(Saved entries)
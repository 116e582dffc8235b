import { describe, expect, it } from 'vitest';
import { MeshError, meshShell, meshSolid, readMesh } from '../../../core/mesh/index.ts';
import { box } from '../../../core/solids/blocks.ts';
import { plate } from '../../../core/solids/thin.ts';
import {
  blockMesh,
  joinMeshes,
  objText,
  type PlainMesh,
  stlBinary,
  TETRAHEDRON,
  turnedOver,
  without,
} from '../../helpers/build-mesh.ts';
import { tetrahedra, toBody } from '../../helpers/exact-body.ts';
import { expectBody, expectClose } from '../../helpers/expect-body.ts';

const solid = (mesh: PlainMesh) => meshSolid(readMesh(objText(mesh), { unit: 1 }));
const shell = (mesh: PlainMesh) => meshShell(readMesh(objText(mesh), { unit: 1 }));
const codes = (notes: readonly { code: string }[]) => notes.map((note) => note.code);

function fault(mesh: PlainMesh, unit = 1): MeshError {
  try {
    meshSolid(readMesh(stlBinary(mesh), { unit }));
  } catch (error) {
    if (error instanceof MeshError) return error;
    throw error;
  }
  throw new Error('the mesh was taken');
}

const BIG = blockMesh([4, 3, 2]);
const INNER = blockMesh([1, 0.5, 0.25], [1, 1, 1]);

describe('a closed mesh as a solid', () => {
  it('has the volume, centre and second moments of exact integration, three products included', () => {
    const corners = TETRAHEDRON.triangles.map((t) => t.map((v) => TETRAHEDRON.vertices[v]!));
    const expected = toBody(tetrahedra(corners));
    expect(Math.min(...expected.secondMoments.map(Math.abs))).toBeGreaterThan(0.01);
    expectBody(solid(TETRAHEDRON).body, expected, 1e-14);
  });

  it('keeps its tensor a thousand kilometres from its origin', () => {
    const far = blockMesh([0.5, 0.25, 0.75], [1048576, -2097152, 524288]);
    const { body } = solid(far);
    expectClose(body.secondMoments, box(0.5, 0.25, 0.75).secondMoments, 1e-13, 'second moments');
    expect(body.centre).toEqual([1048576.25, -2097151.875, 524288.375]);
  });

  it('reports what it is', () => {
    const { report, notes } = solid(BIG);
    expect(notes).toEqual([]);
    expect(report).toMatchObject({
      triangles: 12,
      vertices: 8,
      shells: 1,
      voids: 0,
      openEdges: 0,
      dropped: 0,
    });
    expect(report.volume).toBeCloseTo(24, 12);
    expect(report.area).toBeCloseTo(52, 12);
    expect(report.extent).toEqual({ min: [0, 0, 0], max: [4, 3, 2] });
  });

  it('that is inside out is turned, with a note', () => {
    const { body, notes } = solid(turnedOver(BIG));
    expect(codes(notes)).toEqual(['MESH_TURNED']);
    expect(body.mass).toBeCloseTo(24, 12);
    expectBody(body, solid(BIG).body, 1e-14);
  });

  it('with an inner shell turned inward has a void', () => {
    const { body, report, notes } = solid(joinMeshes(BIG, turnedOver(INNER)));
    expect(notes).toEqual([]);
    expect(report).toMatchObject({ shells: 2, voids: 1 });
    expect(body.mass).toBeCloseTo(24 - 0.125, 12);
  });

  it('with a void is turned as a whole when all of it is inside out', () => {
    const hollow = joinMeshes(BIG, turnedOver(INNER));
    const { body, report, notes } = solid(turnedOver(hollow));
    expect(codes(notes)).toEqual(['MESH_TURNED']);
    expect(report.voids).toBe(1);
    expectBody(body, solid(hollow).body, 1e-13);
  });

  it('turns a shell that lies in no material and is inside out, and keeps the other', () => {
    const beside = blockMesh([1, 1, 1], [10, 0, 0]);
    const { body, notes, report } = solid(joinMeshes(BIG, turnedOver(beside)));
    expect(body.mass).toBeCloseTo(25, 12);
    expect(report.voids).toBe(0);
    expect(notes).toMatchObject([{ code: 'MESH_TURNED', message: expect.stringContaining('1 of the 2') }]);
  });

  it('does not take a block beside the body, within its bounding box, for a void', () => {
    // An L of two blocks joined along a face would need a union; a thin frame of its own shows the same: a ring around nothing.
    const hole = joinMeshes(
      blockMesh([4, 1, 1]),
      blockMesh([1, 2, 1], [0, 1, 0]),
      turnedOver(blockMesh([0.5, 0.5, 0.5], [2, 2, 0.25])),
    );
    const { body, notes } = solid(hole);
    expect(codes(notes)).toContain('MESH_TURNED');
    expect(body.mass).toBeCloseTo(4 + 2 + 0.125, 12);
  });

  it('a solid in the void of another is a solid', () => {
    const island = blockMesh([0.25, 0.25, 0.125], [1.25, 1.125, 1.0625]);
    const { body, report, notes } = solid(joinMeshes(BIG, turnedOver(INNER), island));
    expect(notes).toEqual([]);
    expect(report).toMatchObject({ shells: 3, voids: 1 });
    expect(body.mass).toBeCloseTo(24 - 0.125 + 0.0078125, 12);
  });

  it('says so when an outward shell lies inside another', () => {
    const { body, notes } = solid(joinMeshes(BIG, INNER));
    expect(codes(notes)).toEqual(['MESH_NESTED']);
    expect(body.mass).toBeCloseTo(24.125, 12);
  });

  it.each([
    ['along an edge', [4, 3, 0], 1],
    ['along a face', [4, 0, 0], 5],
  ] as const)('of two blocks that touch %s is both, with a note', (_, from, edges) => {
    const { body, notes, report } = solid(joinMeshes(BIG, blockMesh([4, 3, 2], from)));
    expect(codes(notes)).toEqual(['MESH_TOUCHING_EDGES']);
    expect(report.touchingEdges).toBe(edges);
    expect(body.mass).toBeCloseTo(48, 12);
  });

  it('of two blocks touching along an edge turns the one that is inside out', () => {
    const { body, notes } = solid(joinMeshes(BIG, turnedOver(blockMesh([4, 3, 2], [4, 3, 0]))));
    expect(codes(notes)).toEqual(['MESH_TURNED', 'MESH_TOUCHING_EDGES']);
    expect(body.mass).toBeCloseTo(48, 12);
  });
});

describe('a mesh that cannot be a solid', () => {
  it('with a triangle missing is MESH_OPEN: three edges and their middles in the file unit', () => {
    const error = fault(without(blockMesh([4, 3, 2]), 0), 0.001);
    expect(error.code).toBe('MESH_OPEN');
    expect(error.message).toContain('3 edges have a side missing');
    for (const middle of ['(0, 1.5, 0)', '(2, 3, 0)', '(2, 1.5, 0)']) expect(error.message).toContain(middle);
    expect(error.hint).toContain('thin shell');
  });

  it('with one triangle turned over is MESH_FLIPPED: its three edges', () => {
    const mesh = blockMesh([4, 3, 2]);
    const turned = turnedOver(mesh).triangles[6]!;
    const triangles = mesh.triangles.map((t, i) => (i === 6 ? turned : t));
    const error = fault({ ...mesh, triangles });
    expect(error.code).toBe('MESH_FLIPPED');
    expect(error.message).toContain('3 edges');
  });

  it('with a triangle given twice is not closed', () => {
    const mesh = blockMesh([4, 3, 2]);
    expect(fault({ ...mesh, triangles: [...mesh.triangles, mesh.triangles[3]!] }).code).toBe('MESH_OPEN');
  });

  it('of a sheet with two sides has no volume', () => {
    const sheet: PlainMesh = {
      vertices: [
        [0, 0, 0],
        [1, 0, 0],
        [0, 1, 0],
      ],
      triangles: [
        [0, 1, 2],
        [0, 2, 1],
      ],
    };
    expect(fault(sheet).code).toBe('MESH_NO_VOLUME');
  });
});

describe('a mesh as a thin shell', () => {
  it('of an open rectangle is the plate', () => {
    const sheet: PlainMesh = {
      vertices: [
        [-1.5, -1, 0],
        [1.5, -1, 0],
        [1.5, 1, 0],
        [-1.5, 1, 0],
      ],
      triangles: [
        [0, 1, 2],
        [0, 2, 3],
      ],
    };
    const { body, report } = shell(sheet);
    expectBody(body, plate(3, 2), 1e-14, 1);
    expect(report).toMatchObject({ openEdges: 4, volume: 0 });
  });

  it('of a block is its six faces, whichever way they are turned', () => {
    const { body } = shell(blockMesh([4, 3, 2], [-2, -1.5, -1]));
    // Faces ±x of 3 × 2, ±y of 4 × 2, ±z of 4 × 3: ∫ x² over each pair.
    const xx = 2 * 6 * 4 + (2 * 8 * 16) / 12 + (2 * 12 * 16) / 12;
    const yy = (2 * 6 * 9) / 12 + 2 * 8 * 2.25 + (2 * 12 * 9) / 12;
    const zz = (2 * 6 * 4) / 12 + (2 * 8 * 4) / 12 + 2 * 12;
    expectBody(body, { mass: 52, centre: [0, 0, 0], secondMoments: [xx, yy, zz, 0, 0, 0] }, 1e-14, 4);
    const turned = without(turnedOver(blockMesh([4, 3, 2], [-2, -1.5, -1])), 0);
    expect(shell(turned).body.mass).toBeCloseTo(52 - 6, 12);
  });
});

## Instructions to follow:
How many of the lines above include the word "plate"? Respond with the number alone.

## Answer section:
3